Código de Processo Penal (CPP):
Art. 384 — Encerrada a instrução probatória, se entender cabível nova definição jurídica do fato, em conseqüência de prova existente nos autos de elemento ou circunstância da infração penal não contida na acusação, o Ministério Público deverá aditar a denúncia ou queixa, no prazo de 5 (cinco) dias, se em virtude desta houver sido instaurado o processo em crime de ação pública, reduzindo-se a termo o aditamento, quando feito oralmente.
§ 1º — Não procedendo o órgão do Ministério Público ao aditamento, aplica-se o art. 28 deste Código.
Alternativa A — ✅ Correta ⟵ GABARITO
A assertiva descreve exatamente o procedimento do art. 384, caput e §1º: o juiz percebe a possibilidade de nova definição jurídica (mutatio libelli) e, não havendo aditamento pelo MP, aplica-se o art. 28 do CPP (remessa ao órgão superior do Ministério Público para revisão). É a literalidade do dispositivo.
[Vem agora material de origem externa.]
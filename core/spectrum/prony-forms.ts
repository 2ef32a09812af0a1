import type { PronySeries } from './prony-model';
import { pronyInstantaneous } from './prony-model';
import type { NormalisedProny } from './types';

/**
 * Normalised form of a Prony series, as FEA programs usually take it: g_i/G0 and Ge/G0 with
 * G0 = Ge + Σ g_i (docs/conventions.md §5). Give it together with G0 and the shift model.
 */
export function normaliseProny(series: PronySeries): NormalisedProny {
  const g0 = pronyInstantaneous(series);
  if (!(g0 > 0)) throw new RangeError('The Prony series has no positive modulus to normalise by');
  return {
    instantaneousModulusPa: g0,
    equilibriumFraction: series.equilibriumModulusPa / g0,
    tauS: [...series.tauS],
    fractions: series.modulusPa.map((g) => g / g0),
  };
}

/** The absolute series back from its normalised form. */
export function denormaliseProny(n: NormalisedProny): PronySeries {
  return {
    equilibriumModulusPa: n.equilibriumFraction * n.instantaneousModulusPa,
    tauS: [...n.tauS],
    modulusPa: n.fractions.map((f) => f * n.instantaneousModulusPa),
  };
}

/** Zero-shear viscosity of a fluid Prony series η0 = Σ g_i τ_i, Pa·s (Ferry 1980, ch. 3). */
export function pronyZeroShearViscosity(series: PronySeries): number {
  return series.modulusPa.reduce((s, g, i) => s + g * series.tauS[i], 0);
}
Alternativa B — ❌ Incorreta
O art. 397 do CPP trata de absolvição sumária, não de intimação. A intimação da sentença é regida pelo art. 392, que prevê, para o réu solto, a intimação pessoalmente ou ao defensor (art. 392, II), não ambos. Os Tribunais Superiores não exigem dupla intimação; o prazo recursal corre da intimação do réu ou do defensor, o que ocorrer primeiro. A alternativa cita dispositivo errado e afirma entendimento jurisprudencial contrário à lei.
Alternativa C — ❌ Incorreta
Em grau recursal, não cabe aditamento da denúncia (art. 384). Se o tribunal de apelação verificar a existência de elemento não contido na acusação, a solução é anular o processo desde a instrução (STJ, Súmula 453 – "Os prazos para nulidade [...]"). O MP não propõe aditamento em contrarrazões; o tribunal não intima o réu para nova contrarrazão nessa hipótese. A previsão de 5 dias para aditamento só se aplica em primeira instância.
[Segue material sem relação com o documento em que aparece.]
Memory: the statistics are computed one parameter at a time (:mod:`fisherwalk.results.mcse`)
and the correlation matrix in blocks of draws, so the summary needs a small multiple of
one parameter's draws beyond the draws themselves; its work grows linearly with the
number of chains.
"""

from __future__ import annotations

import math
from typing import NamedTuple

import numpy as np

from ..errors import InputError, explain
from . import alerts, diagnostics, mcse
from .summary_parts import (
    acceptance_error,
    checked_interval,
    checked_per_chain,
    checked_steps,
    optional_float,
    pooled_correlation,
    proposal_correlation,
)
from .table import check_text, interval_probabilities
from .table import render as _render

__all__ = ["Summary", "summarize"]



class Summary(NamedTuple):
    """Estimates, diagnostics and warnings of one walk; ``str()`` gives the table."""

    names: tuple[str, ...]
    mean: np.ndarray  # (d,) every array below is per parameter
    sd: np.ndarray
    mcse: np.ndarray  # Monte Carlo standard error of the mean (Vehtari et al. 2021)
    mcse_sd: np.ndarray
    interval: float  # probability of the central interval [lower, upper]
    lower: np.ndarray  # quantile (1 - interval) / 2
    median: np.ndarray
    upper: np.ndarray  # quantile (1 + interval) / 2
    mcse_lower: np.ndarray
    mcse_median: np.ndarray
    mcse_upper: np.ndarray
    ess_bulk: np.ndarray
    ess_tail: np.ndarray
    ess_bulk_per_second: np.ndarray | None  # bulk ESS over the run's seconds
    rhat: np.ndarray
    chains: int
    draws: int  # per chain
    used_chains: tuple[int, ...]  # chains the statistics are computed from
    acceptance: np.ndarray | None  # (chains,) realised acceptance per chain
    acceptance_pooled: float | None
    acceptance_mcse: float | None  # Monte Carlo error of the pooled acceptance
    target_acceptance: float | None  # what the acceptance should be at the scale used
    scale: float | None  # the scale l used
    gaussian_acceptance: float | None  # the Gaussian picture's acceptance at that scale
    predicted_jump: float | None  # ESJD per step, whitened units (sum over parameters)
    realised_jump: float | None
    realised_jump_per_chain: np.ndarray | None
    faults: np.ndarray | None  # (chains,) proposals rejected for a NaN/+inf log density
    seconds: float | None  # wall time of the run
    max_rhat: float  # inf if any R-hat is not finite
    min_ess_bulk: float
    min_ess_tail: float
    warnings: tuple[str, ...]
    notes: tuple[str, ...]
    rhat_limit: float = 1.01  # the thresholds the warnings and the check column used
    ess_limit: float = 400.0
    flags: tuple[str, ...] = ()  # per parameter, extra words for the check column
    sampler: str | None = None  # the sampler's name in words, for the header
    setting_label: str = "scale"  # what ``scale`` is: "scale" or "step size"
    acceptance_band: tuple[float, float] | None = None  # acceptances the theory tolerates
    jump_dim: int | None = None  # parameters the jump is summed over (None: len(names))

    def table(self) -> str:
        """The summary as text: header, one row per parameter, warnings."""
        return _render(self)

    def __str__(self) -> str:
        return _render(self)

    def to_csv(self) -> str:
        """One row per parameter with every column (the names, then the numbers of
        :meth:`to_dict`'s rows; empty cells for None and non-finite values)."""
        return csv_text(self)

    def to_dict(self) -> dict:
        """Plain JSON-ready content; non-finite numbers become ``None`` (the warnings
        say why)."""
        columns = ("mean", "sd", "mcse", "mcse_sd", "lower", "median", "upper",
                   "mcse_lower", "mcse_median", "mcse_upper", "ess_bulk", "ess_tail",
                   "ess_bulk_per_second", "rhat")
        rows = [
            {"name": name, **{c: None if getattr(self, c) is None
                              else _plain(getattr(self, c)[j]) for c in columns}}
            for j, name in enumerate(self.names)
        ]
        low, high = interval_probabilities(self.interval)
        return {
            "chains": self.chains,
            "draws": self.draws,
            "used_chains": list(self.used_chains),
            "interval": {"probability": self.interval, "lower": low, "upper": high},
            "seconds": _plain(self.seconds),
            "acceptance": {
                "per_chain": _plain_list(self.acceptance),
                "pooled": _plain(self.acceptance_pooled),
                "mcse": _plain(self.acceptance_mcse),
                "target": _plain(self.target_acceptance),
                "scale": _plain(self.scale),
                "setting": self.setting_label,
                "gaussian": _plain(self.gaussian_acceptance),
                "tolerated": None if self.acceptance_band is None
                else [_plain(v) for v in self.acceptance_band],
            },
            "sampler": self.sampler,
            "jump": {
                "units": "squared whitened distance per step",
                "predicted": _plain(self.predicted_jump),
                "realised": _plain(self.realised_jump),
                "per_chain": _plain_list(self.realised_jump_per_chain),
            },
            "faults": _plain_list(self.faults),
            "worst": {
                "max_rhat": _plain(self.max_rhat),
                "min_ess_bulk": _plain(self.min_ess_bulk),
                "min_ess_tail": _plain(self.min_ess_tail),
            },
            "parameters": rows,
            "warnings": list(self.warnings),
            "notes": list(self.notes),
        }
Alternativa D — ❌ Incorreta
O art. 399, §2º do CPP consagra o princípio da identidade física do juiz, mas não é absoluto. O STJ e o STF admitem mitigação, por exemplo, quando o juiz é promovido, removido, aposentado ou convocado para outra função (Súmula 707 do STF? – não há súmula sobre isso, mas a jurisprudência pacífica permite exceções). A afirmação de que "deve-se impedir qualquer tipo de mitigação" é falsa.
Alternativa E — ❌ Incorreta
A expedição de mandado de prisão como efeito da sentença condenatória de primeiro grau ocorre somente após o trânsito em julgado (art. 675 do CPP). A exceção para apelar em liberdade não gera imediata prisão; o juiz pode conceder o direito de recorrer solto mediante decisão fundamentada (art. 387, §1º c/c Lei 12.403/2011), mas a prisão não é efeito automático da sentença. A alternativa inverte a lógica: o mandado é expedido após o trânsito, salvo se houver prisão preventiva anterior.
NÃO CAIA NESSA!
A banca explora a confusão entre o art. 384 (mutatio libelli) e o art. 383 (emendatio libelli). Enquanto a emendatio (nova classificação jurídica sem novo fato) pode ser feita de ofício pelo juiz, a mutatio exige aditamento do MP. A alternativa A descreve corretamente a mutatio, mas muitos candidatos confundem com o art. 383 e julgam errada. Treine essa distinção!
PEGA ESSA DICA!
Para gravar: na emendatio, o juiz aplica a lei correta ao fato narrado (art. 383); na mutatio, surge fato novo (elemento/circunstância) e o MP deve aditar (art. 384). Se não aditar, remessa ao art. 28. Em recurso, jamais aditamento — anula-se.
Gabarito: letra A — única correta, pois descreve fielmente o art. 384, §1º do CPP.